* What the task asks: Below is a listing; repeat exactly the lines from the one containing "radial density) P(|X|" to the one containing "Weights: Hamming- and", both included.
----------
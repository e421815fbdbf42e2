#!/usr/bin/python3
"""Golden Pd of a Swerling 4 target in one Doppler bin of a pulse train.

    /usr/bin/python3 pdtrain.py  -> pdtrain.json

Definition (docs/detection-probability.md §2): pulse p carries a complex
amplitude Z_p, independent from pulse to pulse, whose power is chi-square
with four degrees of freedom (Gamma(2)) and whose phase is uniform; the
Doppler bin forms X = sum_p A_p Z_p + n, n complex Gaussian noise of unit
power. With w_p = |A_p|^2 (normalised to sum 1) and chi the target's mean
power in the bin, A_p Z_p has power Gamma(2, theta_p), theta_p = chi w_p / 2.

Computed here without the Laguerre series the Go code uses: X is circular,
so (Kluyver's random-walk formula, from the 2-D Fourier transform of a
radial density) P(|X| <= r) = r * int_0^inf J1(b r) Phi(b) db, with Phi the
radial characteristic function, the product of the terms' E[J0(b R_p)] and
the noise's exp(-b^2/4). Each term's E[J0(b R)], R^2 ~ Gamma(2, theta), is
taken by scipy.integrate.quad over the gamma density (checked at a few b
against the closed form exp(-u)(1-u), u = theta b^2/4, then the closed form
is used to keep the run short). Behind a CA-CFAR with M cells and
multiplier alpha on their mean the threshold is alpha * S / M, S ~ Gamma(M):
Pd = E_S[P(|X|^2 > alpha S / M)] by quad over S.

Weights: Hamming- and Hann-windowed DFT taps and a uniform train, 1 to 32
pulses; chi 0 to 30 dB; Pfa 1e-3 to 1e-6.
"""
import json
import math

import numpy
import scipy
from scipy import integrate, special


def term_cf_quad(b, theta):
    f = lambda s: special.j0(b * math.sqrt(s)) * s * math.exp(-s / theta) / theta ** 2
    return integrate.quad(f, 0, 80 * theta, limit=400, epsabs=1e-13)[0]


def term_cf(b, theta):
    u = theta * b * b / 4
    return math.exp(-u) * (1 - u)


def phi(b, thetas):
    p = math.exp(-b * b / 4)
    for th in thetas:
        p *= term_cf(b, th)
    return p


def survival(w, chi, T):
    w = numpy.asarray(w, float) / numpy.sum(w)
    thetas = [chi * x / 2 for x in w if x > 0]
    r = math.sqrt(T)
    V = 1 + chi / 2
    bmax = math.sqrt(4 * 60 / V) * 1.5 + 1
    f = lambda b: special.j1(b * r) * phi(b, thetas)
    # split at the zeros' scale so quad sees the oscillation
    n = max(8, int(bmax * r / math.pi) + 1)
    edges = numpy.linspace(0, bmax, n + 1)
    cdf = r * sum(integrate.quad(f, a, c, limit=200, epsabs=1e-15, epsrel=1e-12)[0] for a, c in zip(edges, edges[1:]))
    return 1 - cdf


def ca_pd(w, chi, M, pfa):
    alpha = M * (pfa ** (-1 / M) - 1)
    g = lambda s: survival(w, chi, alpha * s / M) * math.exp((M - 1) * math.log(s) - s - math.lgamma(M)) if s > 0 else 0
    hi = M + 40 * math.sqrt(M) + 40
    edges = [0, max(M - 4 * math.sqrt(M), 0) / 2, M, M + 6 * math.sqrt(M), hi]
    edges = sorted(set(edges))
    return sum(integrate.quad(g, a, c, limit=100, epsabs=1e-12, epsrel=1e-9)[0] for a, c in zip(edges, edges[1:]))


def taps(kind, n):
    k = numpy.arange(n)
    if n == 1 or kind == "uniform":
        t = numpy.ones(n)
    elif kind == "hamming":
        t = 0.54 - 0.46 * numpy.cos(2 * math.pi * k / (n - 1))
    else:
        t = 0.5 - 0.5 * numpy.cos(2 * math.pi * k / (n - 1))
    return list(t ** 2)


def main():
    for th in (0.05, 1.0, 20.0):
        for b in (0.3, 1.0, 2.5):
            assert abs(term_cf_quad(b, th) - term_cf(b, th)) < 1e-9, (th, b)
    known = []
    for kind, n in (("uniform", 1), ("hamming", 4), ("hann", 8), ("hamming", 16), ("uniform", 32)):
        w = taps(kind, n)
        if kind == "hann":
            w = [x for x in w if x > 0]  # Hann's end taps are zero
        for chi_db in (0, 10, 16, 30):
            for pfa in (1e-3, 1e-6):
                T = -math.log(pfa)
                known.append({"weights": w, "taps": kind, "snr_db": chi_db, "threshold": T,
                              "pd": survival(w, 10 ** (chi_db / 10), T)})
    # one pulse against Richards' Table 6.1 Swerling 4 one-pulse form
    for c in known:
        if len(c["weights"]) == 1:
            a = 10 ** (c["snr_db"] / 10) / 2
            T = c["threshold"]
            ref = math.exp(-T / (1 + a)) * (1 + a * T / (1 + a) ** 2)
            assert abs(ref - c["pd"]) < 1e-8, (c, ref)
    ca = []
    for kind, n, chi_db, M, pfa in (("hamming", 8, 16, 16, 1e-3), ("hamming", 16, 13, 32, 1e-5), ("uniform", 4, 20, 8, 1e-4)):
        w = taps(kind, n)
        ca.append({"weights": w, "taps": kind, "snr_db": chi_db, "cells": M, "pfa": pfa,
                   "pd": ca_pd(w, 10 ** (chi_db / 10), M, pfa)})
    out = {"generator": "testdata/golden/pdtrain.py", "numpy": numpy.__version__, "scipy": scipy.__version__,
           "known_noise": known, "ca_cfar": ca}
    with open("pdtrain.json", "w") as f:
        json.dump(out, f, indent=1)
        f.write("\n")


if __name__ == "__main__":
    main()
----------
* Task output:
radial density) P(|X| <= r) = r * int_0^inf J1(b r) Phi(b) db, with Phi the
radial characteristic function, the product of the terms' E[J0(b R_p)] and
the noise's exp(-b^2/4). Each term's E[J0(b R)], R^2 ~ Gamma(2, theta), is
taken by scipy.integrate.quad over the gamma density (checked at a few b
against the closed form exp(-u)(1-u), u = theta b^2/4, then the closed form
is used to keep the run short). Behind a CA-CFAR with M cells and
multiplier alpha on their mean the threshold is alpha * S / M, S ~ Gamma(M):
Pd = E_S[P(|X|^2 > alpha S / M)] by quad over S.

Weights: Hamming- and Hann-windowed DFT taps and a uniform train, 1 to 32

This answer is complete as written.